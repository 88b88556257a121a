//! Deviation flags on a participant's prospective residuals: single-day extremes, sustained
//! shifts (two-sided tabular CUSUM) and a multi-signal illness score; their calibration to a
//! stated false-alarm rate; the cold start; and baseline protection during alarms.
//!
//! Entry point: [`detect`]. Everything here runs on the device, on one participant's data.
//! [`detect_with`] runs the same detectors and rules on any other one-step-ahead
//! [`Predictor`] (the evaluation's comparison methods); only the predictive differs.
//!
//! # Residuals
//! For each signal and observed day, [`crate::prospective::DailyFilter`] gives the one-step-ahead
//! predictive `N(m_t, S_t)` under the shared prior, conditioned only on earlier *conditioned*
//! days, and the standardised residual `z_t = (y_t − m_t)/√S_t`. Under the model, the residuals
//! of successively conditioned days are independent N(0, 1) (the innovations of a Kalman filter
//! are white; Harvey 1989, §3.4), which is what makes the thresholds below calibrated.
//!
//! # Detectors (each flag has a level, Watch or Alert, with its own threshold)
//! - **Single day**: `|z_t| ≥ threshold` (two-sided normal tail).
//! - **Sustained shift**: two-sided tabular CUSUM (Page 1954; Montgomery, *Introduction to
//!   Statistical Quality Control*, §9.1) with reference value `k` (in SDs) on `z_t`:
//!   ```text
//!   C⁺_t = max(0,  z_t − k + C⁺_{t−1}),   C⁻_t = max(0, −z_t − k + C⁻_{t−1}),   C±_0 = 0
//!   ```
//!   The residual entering the CUSUM is winsorised to `±cusum_clip_z` (default: the single-day
//!   Watch threshold, ≈ 3.1), the robust CUSUM of Lucas & Crosier (1982, *Commun. Statist.
//!   Theory Meth.* 11, "Robust CUSUM"): a lone artifact is the single-day detector's business
//!   and cannot raise a sustained-shift alarm by itself; in control it changes the ARL
//!   negligibly (|z| > 3.1 on 0.2 % of days).
//!   *Variant*: an Alert fires when either `C⁺` or `C⁻` exceeds `h_alert`; both statistics are
//!   then reset to 0 (restart after an alarm, no fast initial response). A Watch fires, at most
//!   once per excursion and side, when a statistic exceeds `h_watch < h_alert`; it neither
//!   resets nor protects the baseline. The flag's window runs from the day the statistic last
//!   left 0 to the day it crossed.
//! - **Multi-signal**: on each day, over the signals past their cold start and observed that
//!   day, with residuals `z_j`:
//!   ```text
//!   directional  S = Σ_j s_j z_j / √m,  s = +1 resting HR, −1 HRV, +1 skin temp, +1 resp. rate
//!                (m = number of those four present; sleep and steps carry no sign)
//!   chi-square   X = Σ_j z_j² over every signal present, compared with χ²(m_all)
//!   ```
//!   `S ~ N(0, 1)` and `X ~ χ²(m_all)` under the null when the residuals are independent
//!   across signals. **S is the flag** (one-sided, `S ≥ threshold`, needs `m ≥`
//!   `multi_signal_min_signals`): it concentrates power on the acute-illness pattern
//!   (resting HR up, HRV down, skin temperature up, respiratory rate up; e.g. Mishra et al.
//!   2020, Nat. Biomed. Eng.; Quer et al. 2021, Nat. Med.) instead of spreading it over every
//!   direction. X and its p-value are reported in the flag's reason as a number. Caveat: the
//!   residuals of different signals of one person are not independent in reality (a bad night
//!   moves HR and HRV together), so the multi-signal false-alarm rate is only nominal.
//!
//! # Cold start
//! A signal's first `min_baseline_days` observed days are reported as
//! [`DayStatus::BuildingBaseline`]: predictions and bands are produced, no flag is raised, the
//! CUSUM does not run, and every value is conditioned on. The bands are meaningful from day 1
//! because of the shared prior: the first day's predictive is the population predictive
//! (mean μ0, variance `τ² + σ_f² + σ_w² + σ_n²`, i.e. a band of width ≈ τ around the cohort
//! mean when between-person variation dominates); each conditioned day moves the posterior of
//! the personal offset `b` and trend `f` towards the person, and the band narrows towards the
//! person's own day-to-day spread (`σ_n` plus what remains of the trend).
//!
//! # Baseline protection (which days are conditioned on)
//! After the cold start, a day of a signal is **withheld** (not conditioned on; the filter
//! predicts the next day from the last conditioned one) when any of these holds on that day:
//! 1. it raised a single-day flag (any level);
//! 2. a CUSUM Alert for that signal is active: from the day it fired until it clears;
//! 3. it was part of a multi-signal flag (any level).
//!
//! A CUSUM Alert *clears* on the first day that completes `alarm_clear_days` consecutive
//! observed days whose residual, against the frozen baseline, is back on the in-control side of
//! `k` (`s·z < k`, `s` = +1 for an upward alarm, −1 for a downward one); that day is no longer
//! withheld by the alarm (it still is if rule 1 or 3 applies). While an alarm is active the
//! CUSUM does not run and raises no new flag; single-day and multi-signal flags still do.
//!
//! Withheld days wait in a per-signal list. The next conditioned day **discards** them (they
//! were an isolated outlier or an episode that ended; they never enter the baseline). If the
//! list reaches `max_withheld_days` the change is taken to be lasting (a new normal, e.g. a new
//! medication or a move): every waiting day is conditioned on in date order, the alarm ends and
//! the CUSUM restarts ("re-baselining"). [`ProspectiveDay::conditioned`] records whether a
//! day's value entered the filter, at the time or at a re-baselining.
//!
//! # Calibration
//! [`FlagConfig::from_target`] turns a stated false-alarm budget — expected false Alerts per
//! participant per `n` days — into thresholds, splitting it equally over the
//! [`DETECTOR_STREAMS`] = 2·6 + 1 detector streams (single-day and CUSUM per signal, plus the
//! multi-signal score; a union bound, so the total is at most the budget). For a per-stream
//! daily rate `r` (Watch thresholds use `WATCH_RATE_FACTOR · r`):
//! ```text
//! single day     |z| ≥ Φ⁻¹(1 − r/2)
//! multi-signal   S ≥ Φ⁻¹(1 − r)
//! CUSUM          h solving ARL₀(k, h) = 1/r, ARL from Siegmund's approximation, two-sided
//! ```
//! (Siegmund 1985, *Sequential Analysis*, via Montgomery §9.1: one-sided
//! `ARL = (e^{−2Δb} + 2Δb − 1)/(2Δ²)`, `b = h + 1.166`, `Δ = δ − k` upper / `−δ − k` lower,
//! two-sided `1/ARL = 1/ARL⁺ + 1/ARL⁻`; it matches Lucas & Crosier's (1982) table within 1 %
//! at k = 0.5, h = 4 and 5, checked in the tests). Rates are per observed day of a stream.

use chrono::NaiveDate;
use plimsoll_server::presentation::group_thousands;
use serde::Serialize;
use statrs::distribution::{ChiSquared, ContinuousCDF, Normal};

use crate::cohort::ParticipantSeries;
use crate::prior::PriorParams;
pub use crate::prospective::Predictor;
use crate::prospective::{
    DailyFilter, ProspectiveError, Result, StateSpacePrior, serialize_signal, tail_probability,
};
pub use crate::prospective::{DayStatus, ProspectiveDay};
use crate::signal::Signal;

/// Number of detector streams a false-alarm budget is split over: single-day and CUSUM for each
/// of the six signals, plus the multi-signal score.
pub const DETECTOR_STREAMS: usize = 2 * Signal::ALL.len() + 1;

/// Watch thresholds are set for this many times the Alert false-alarm rate.
pub const WATCH_RATE_FACTOR: f64 = 10.0;

/// Siegmund's correction to the decision interval, `b = h + 1.166` (Siegmund 1985).
const SIEGMUND_SHIFT: f64 = 1.166;

/// How strong a flag is.
#[derive(Debug, Clone, Copy, PartialEq, Eq, PartialOrd, Ord, Hash, Serialize)]
#[serde(rename_all = "snake_case")]
pub enum FlagLevel {
    /// Worth keeping an eye on (calibrated to `WATCH_RATE_FACTOR` × the Alert rate).
    Watch,
    /// Strong evidence of a deviation (calibrated to the stated false-alarm budget).
    Alert,
}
══════════
_Work to complete:_ Would you restate the material word for word, leaving nothing out?

_Answer space:_
repository 88b88556257a121a
//! Deviation flags on a participant's prospective residuals: single-day extremes, sustained
//! shifts (two-sided tabular CUSUM) and a multi-signal illness score; their calibration to a
//! stated false-alarm rate; the cold start; and baseline protection during alarms.
//!
//! Entry point: [`detect`]. Everything here runs on the device, on one participant's data.
//! [`detect_with`] runs the same detectors and rules on any other one-step-ahead
//! [`Predictor`] (the evaluation's comparison methods); only the predictive differs.
//!
//! # Residuals
//! For each signal and observed day, [`crate::prospective::DailyFilter`] gives the one-step-ahead
//! predictive `N(m_t, S_t)` under the shared prior, conditioned only on earlier *conditioned*
//! days, and the standardised residual `z_t = (y_t − m_t)/√S_t`. Under the model, the residuals
//! of successively conditioned days are independent N(0, 1) (the innovations of a Kalman filter
//! are white; Harvey 1989, §3.4), which is what makes the thresholds below calibrated.
//!
//! # Detectors (each flag has a level, Watch or Alert, with its own threshold)
//! - **Single day**: `|z_t| ≥ threshold` (two-sided normal tail).
//! - **Sustained shift**: two-sided tabular CUSUM (Page 1954; Montgomery, *Introduction to
//!   Statistical Quality Control*, §9.1) with reference value `k` (in SDs) on `z_t`:
//!   ```text
//!   C⁺_t = max(0,  z_t − k + C⁺_{t−1}),   C⁻_t = max(0, −z_t − k + C⁻_{t−1}),   C±_0 = 0
//!   ```
//!   The residual entering the CUSUM is winsorised to `±cusum_clip_z` (default: the single-day
//!   Watch threshold, ≈ 3.1), the robust CUSUM of Lucas & Crosier (1982, *Commun. Statist.
//!   Theory Meth.* 11, "Robust CUSUM"): a lone artifact is the single-day detector's business
//!   and cannot raise a sustained-shift alarm by itself; in control it changes the ARL
//!   negligibly (|z| > 3.1 on 0.2 % of days).
//!   *Variant*: an Alert fires when either `C⁺` or `C⁻` exceeds `h_alert`; both statistics are
//!   then reset to 0 (restart after an alarm, no fast initial response). A Watch fires, at most
//!   once per excursion and side, when a statistic exceeds `h_watch < h_alert`; it neither
//!   resets nor protects the baseline. The flag's window runs from the day the statistic last
//!   left 0 to the day it crossed.
//! - **Multi-signal**: on each day, over the signals past their cold start and observed that
//!   day, with residuals `z_j`:
//!   ```text
//!   directional  S = Σ_j s_j z_j / √m,  s = +1 resting HR, −1 HRV, +1 skin temp, +1 resp. rate
//!                (m = number of those four present; sleep and steps carry no sign)
//!   chi-square   X = Σ_j z_j² over every signal present, compared with χ²(m_all)
//!   ```
//!   `S ~ N(0, 1)` and `X ~ χ²(m_all)` under the null when the residuals are independent
//!   across signals. **S is the flag** (one-sided, `S ≥ threshold`, needs `m ≥`
//!   `multi_signal_min_signals`): it concentrates power on the acute-illness pattern
//!   (resting HR up, HRV down, skin temperature up, respiratory rate up; e.g. Mishra et al.
//!   2020, Nat. Biomed. Eng.; Quer et al. 2021, Nat. Med.) instead of spreading it over every
//!   direction. X and its p-value are reported in the flag's reason as a number. Caveat: the
//!   residuals of different signals of one person are not independent in reality (a bad night
//!   moves HR and HRV together), so the multi-signal false-alarm rate is only nominal.
//!
//! # Cold start
//! A signal's first `min_baseline_days` observed days are reported as
//! [`DayStatus::BuildingBaseline`]: predictions and bands are produced, no flag is raised, the
//! CUSUM does not run, and every value is conditioned on. The bands are meaningful from day 1
//! because of the shared prior: the first day's predictive is the population predictive
//! (mean μ0, variance `τ² + σ_f² + σ_w² + σ_n²`, i.e. a band of width ≈ τ around the cohort
//! mean when between-person variation dominates); each conditioned day moves the posterior of
//! the personal offset `b` and trend `f` towards the person, and the band narrows towards the
//! person's own day-to-day spread (`σ_n` plus what remains of the trend).
//!
//! # Baseline protection (which days are conditioned on)
//! After the cold start, a day of a signal is **withheld** (not conditioned on; the filter
//! predicts the next day from the last conditioned one) when any of these holds on that day:
//! 1. it raised a single-day flag (any level);
//! 2. a CUSUM Alert for that signal is active: from the day it fired until it clears;
//! 3. it was part of a multi-signal flag (any level).
//!
//! A CUSUM Alert *clears* on the first day that completes `alarm_clear_days` consecutive
//! observed days whose residual, against the frozen baseline, is back on the in-control side of
//! `k` (`s·z < k`, `s` = +1 for an upward alarm, −1 for a downward one); that day is no longer
//! withheld by the alarm (it still is if rule 1 or 3 applies). While an alarm is active the
//! CUSUM does not run and raises no new flag; single-day and multi-signal flags still do.
//!
//! Withheld days wait in a per-signal list. The next conditioned day **discards** them (they
//! were an isolated outlier or an episode that ended; they never enter the baseline). If the
//! list reaches `max_withheld_days` the change is taken to be lasting (a new normal, e.g. a new
//! medication or a move): every waiting day is conditioned on in date order, the alarm ends and
//! the CUSUM restarts ("re-baselining"). [`ProspectiveDay::conditioned`] records whether a
//! day's value entered the filter, at the time or at a re-baselining.
//!
//! # Calibration
//! [`FlagConfig::from_target`] turns a stated false-alarm budget — expected false Alerts per
//! participant per `n` days — into thresholds, splitting it equally over the
//! [`DETECTOR_STREAMS`] = 2·6 + 1 detector streams (single-day and CUSUM per signal, plus the
//! multi-signal score; a union bound, so the total is at most the budget). For a per-stream
//! daily rate `r` (Watch thresholds use `WATCH_RATE_FACTOR · r`):
//! ```text
//! single day     |z| ≥ Φ⁻¹(1 − r/2)
//! multi-signal   S ≥ Φ⁻¹(1 − r)
//! CUSUM          h solving ARL₀(k, h) = 1/r, ARL from Siegmund's approximation, two-sided
//! ```
//! (Siegmund 1985, *Sequential Analysis*, via Montgomery §9.1: one-sided
//! `ARL = (e^{−2Δb} + 2Δb − 1)/(2Δ²)`, `b = h + 1.166`, `Δ = δ − k` upper / `−δ − k` lower,
//! two-sided `1/ARL = 1/ARL⁺ + 1/ARL⁻`; it matches Lucas & Crosier's (1982) table within 1 %
//! at k = 0.5, h = 4 and 5, checked in the tests). Rates are per observed day of a stream.

use chrono::NaiveDate;
use plimsoll_server::presentation::group_thousands;
use serde::Serialize;
use statrs::distribution::{ChiSquared, ContinuousCDF, Normal};

use crate::cohort::ParticipantSeries;
use crate::prior::PriorParams;
pub use crate::prospective::Predictor;
use crate::prospective::{
    DailyFilter, ProspectiveError, Result, StateSpacePrior, serialize_signal, tail_probability,
};
pub use crate::prospective::{DayStatus, ProspectiveDay};
use crate::signal::Signal;

/// Number of detector streams a false-alarm budget is split over: single-day and CUSUM for each
/// of the six signals, plus the multi-signal score.
pub const DETECTOR_STREAMS: usize = 2 * Signal::ALL.len() + 1;

/// Watch thresholds are set for this many times the Alert false-alarm rate.
pub const WATCH_RATE_FACTOR: f64 = 10.0;

/// Siegmund's correction to the decision interval, `b = h + 1.166` (Siegmund 1985).
const SIEGMUND_SHIFT: f64 = 1.166;

/// How strong a flag is.
#[derive(Debug, Clone, Copy, PartialEq, Eq, PartialOrd, Ord, Hash, Serialize)]
#[serde(rename_all = "snake_case")]
pub enum FlagLevel {
    /// Worth keeping an eye on (calibrated to `WATCH_RATE_FACTOR` × the Alert rate).
    Watch,
    /// Strong evidence of a deviation (calibrated to the stated false-alarm budget).
    Alert,
}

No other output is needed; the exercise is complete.